Find all semantic regions in an image in a single pass
Train without the localization data
Maximize the number of objects detected (maybe all?)
Need not be precise
It is used for image compression because we need less precision but more generic information about the content of the image

What this is NOT ?

Not an object detector. For that checkout-

*Fast RCNN

*Faster-RCNN
Not a weakly labelled class detector or Class activation Map. For that checkout -

*Weakly detector

*CAM
Not saliency map or guided backprop. For that checkout -

*Lasagne saliency

*Grad-CAM
Not Semantic segmentation. For that checkout -

*Oxford CRF CNN

*Fully convolutional neural network

Design Choices

Tensorflow 3D convolutions for class invariant features
Multi-label nn.softmax instead of nn.sparse (non-exclusive classes)
Argsort and not argmax to obtain top-k class information

FAQ about image compression

Is the final image really a standard JPEG?

Yes, the final image is a standard JPEG as it is encoded using standard JPEG.
But how can you improve JPEG using JPEG ?

Standard JPEG uses a image level Quantization scaling Q. However, not all parts of the image be compressed at same level. Our method allows to use variable Q.
Don't we have to store the variable Q in the image file?

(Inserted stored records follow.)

class Evaluator(Board, DriftFits):
    """A :class:`Board` with the readings' evidence, for scoring hypotheses.

    Parameters
    ----------
    circuit : Circuit
    readings : list of Reading
        Validated, each with a value or OL.
    meters : dict
        Meter profiles with "default".
    priors : Priors, optional
        The fault priors (:mod:`.priors`); default the handbook's table.
    """

    def __init__(self, circuit, readings, meters, priors=None):
        readings = list(readings)
        #: the fault priors' table (:class:`~.priors.Priors`)
        self.priors = HANDBOOK if priors is None else priors
        share = {}
        #: a board with junctions: the healthy solutions of the power-off readings, by
        #: (plus, minus, quantity), where their re-solves on faulted variants start
        self.off_ops = {}
        nominal = predict(circuit, readings, meters, share=share,
                          off_warm=self.off_ops) if readings else None
        super().__init__(circuit, readings, meters, share)
        for g in share.values():
            g.cols = {}   # the groups hold their own copies now
        #: analysis key -> factored healthy network (for another predict() on this circuit)
        self.share = share
        self.pred0 = nominal.value if self.n else np.zeros(0)
        self.S0 = nominal.sensitivity if self.n else np.zeros((0, len(self.params)))
        # semiconductors' model spread (vbe, gain, zener forward voltage): no parameters,
        # extra covariance (engine/spread.py); nothing on a linear board
        ms = model_spread_columns(circuit, self.readings, meters, nominal, share=share,
                                  off_ops=self.off_ops) if self.n else None
        self.ev = Evidence(self.readings, meters, self.pred0, self.S0, self.tol_low, self.tol_high,
                           model_spread=ms)
        if self.offnl:   # the fast path's stand-in: what was read (.junction_faults re-solves)
            self.off_fill = np.where(self.ev.ol, np.inf, np.nan_to_num(self.ev.y))

    def healthy_prediction(self):
        return self.pred0 + self.ev.shift0

    # -------------------------------------------------------------- scoring
    def drop_cols(self, faults):
        """Columns of the faulted parts, whose tolerance no longer applies (-1: none).

        A leaky diode keeps its column: the leak sits across the junction, whose
        forward voltage still spreads over its tolerance (with the column
        dropped a planted leak lost to the healthy board wherever the diode's
        own spread explained a reading, tests/heldout_semis).
        """
        return [-1 if f.mode == "leaky" else self.pindex.get(f.ref, -1) for f in faults]

    def weak(self, faults):
        """Readings on nodes ``faults`` cut off from every source (:mod:`.stray`), or None."""
        return weak_readings(self, faults)

    def make(self, faults, pred, drift_sd=None, occam=0.0):
        lp = self.prior(faults)
        chi2, ll = self.ev.score(pred, self.drop_cols(faults), self.weak(faults))
        return Hypothesis(tuple(faults), pred, chi2, ll + occam, lp, lp + ll + occam, drift_sd=drift_sd,
                          occam=occam)

    def exact(self, h: Hypothesis) -> Hypothesis:
        """Re-score ``h`` with the faulted circuit's own sensitivities (one re-solve).

        A hypothesis predicted with a supply in current limit (:mod:`.limits`)
        is returned as it is: the faulted circuit's sensitivities are those
        of the supply holding its voltage, which would spread the limited
        prediction by the full fault current."""
        if not h.faults or h.limited:
            return h
        S = self.faulted_sensitivity(h.faults)
        if S is None or not np.all(np.isfinite(S)):
            return h
        ev = self.ev
        T = weighted_gram(S, ev.var_p)
        pred = h.predicted
        sc = ev._scales(pred)
        T = T + ev.T_model * np.outer(sc, sc)
        num = (~ev.ol) & np.isfinite(pred)
        if not num.any():
            return h
        sv, cost = ev.stray(pred, self.weak(h.faults), np.diag(T) + ev.u ** 2)
        T = T + np.diag(sv[0])
        C = T[np.ix_(num, num)] + np.diag(ev.u[num] ** 2)
        r = ev.y[num] - pred[num]
        try:
            L = np.linalg.cholesky(C)
        except np.linalg.LinAlgError:
            return h
        z = solve_triangular(L, r, lower=True, check_finite=False)
        chi2 = float(z @ z)
        logdet = 2.0 * float(np.log(np.diag(L)).sum())
        ll = -0.5 * (chi2 + logdet + num.sum() * np.log(2 * np.pi) + float(cost[0]))
        var = np.diag(T) + ev.u ** 2
        rest = ev._chi2_terms(pred[None, :], var)[0][~num].sum()
        chi2 += float(rest)
        ll += -0.5 * float(rest)
        occam = h.occam  # the drift's Occam factor, as fitted
        return Hypothesis(h.faults, pred, chi2, ll + occam, h.log_prior, h.log_prior + ll + occam,
                          drift_sd=h.drift_sd, exact=True, occam=occam)

    def faulted_sensitivity(self, faults):
        """Sensitivities of the readings on the circuit with ``faults`` applied.

        The faulted parts' own columns are zero.  One fault: by rank-one
        updates of the healthy factors (:mod:`.faulted`); otherwise, or where
        that does not apply, by re-solving the faulted circuit.  None when
        the faulted circuit cannot be solved.
        """
        cache = self.__dict__.setdefault("_fsens", {})
        key = tuple(faults)
        if key in cache:
            return cache[key]
        if len(cache) > 8:
            cache.clear()
        cache[key] = S = self._faulted_sensitivity(faults)
        return S

    def _faulted_sensitivity(self, faults):
        if self.circuit.is_nonlinear:   # the faulted board's own linearisation
            from .junction_faults import exact_sensitivity
            return exact_sensitivity(self, faults)
        if len(faults) == 1:
            from .faulted import faulted_sensitivity
            S = faulted_sensitivity(self, faults[0])
            if S is not None:
                return S
        overrides = {f.ref: (f.value if f.mode == "drift" else f.mode) for f in faults}
        try:
            pr = predict(self.circuit, self.readings, self.meters, overrides=overrides)
        except (SolveError, ValueError, ZeroDivisionError, FloatingPointError):
            return None
        S = pr.sensitivity.copy()
        for j in self.drop_cols(faults):
            if j >= 0:
                S[:, j] = 0.0
        return S

    def prior(self, faults):
        """Log prior of a list of faults."""
        table = getattr(self, "priors", HANDBOOK)
        if getattr(self, "_wtable", None) is not table:
            self._wtable, self._wtotal = table, table.total(self.circuit.fault_parts)
        return table.log_prior(self.circuit.parts, [(self.circuit.part(f.ref), f.mode) for f in faults],
                               self._wtotal)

No. Because the final image is encoded using a single Q. Please see Section 4 of our paper.

Possible Issues

Cannot import Image (in util.py) Resolution: Change it to from PIL import Image
ValueError: setting an array element with a sequence. Resolution: The image file you are passing does not exist
UserWarning: Possible precision loss when converting from float32 to uint8 Resolution: This is only a warning from skimage. Nothing needs to be done
No message or nothing Default behaviour of the program is such that there is no message unless there is an error, or verbose is set to True. Check "output" directory for output files. If there is no output directory then make one and run the code again.

Credits

CNN structure based on VGG16, https://github.com/ry/tensorflow-vgg16/blob/master/vgg16.py
Channel independent feature maps (3D features) using https://www.tensorflow.org/versions/r0.11/api_docs/python/nn.html#depthwise_conv2d_native
GAP based on https://github.com/jazzsaxmafia/Weakly_detector/blob/master/src/detector.py
Conv2d layer based on https://github.com/carpedm20/DCGAN-tensorflow/blob/master/ops.py

My sincere thanks to @jazzsaxmafia, @carpedm20 and @metalbubble from whose code I learned and borrowed heavily.

Abstract

========================================================================================================================

It has long been considered a significant problem to improve the visual quality of lossy image and video compression. Recent advances in computing power together with the availability of large training data sets has increased interest in the application of deep learning cnns to address image recognition and image processing tasks. Here, we present a powerful cnn tailored to the specific task of semantic image understanding to achieve higher visual quality in lossy compression. A modest increase in complexity is incorporated to the encoder which allows a standard, off-the-shelf jpeg decoder to be used. While jpeg encoding may be optimized for generic images, the process is ultimately unaware of the specific content of the image to be compressed. Our technique makes jpeg content-aware by designing and training a model to identify multiple semantic regions in a given image. Unlike object detection techniques, our model does not require labeling of object positions and is able to identify objects in a single pass. We present a new cnn architecture directed specifically to image compression, which generates a map that highlights semantically-salient regions so that they can be encoded at higher quality as compared to background regions. By adding a complete set of features for every class, and then taking a threshold over the sum of all feature activations, we generate a map that highlights semantically-salient regions so that they can be encoded at a better quality compared to background regions. Experiments are presented on the Kodak PhotoCD dataset and the MIT Saliency Benchmark dataset, in which our algorithm achieves higher visual quality for the same compressed size.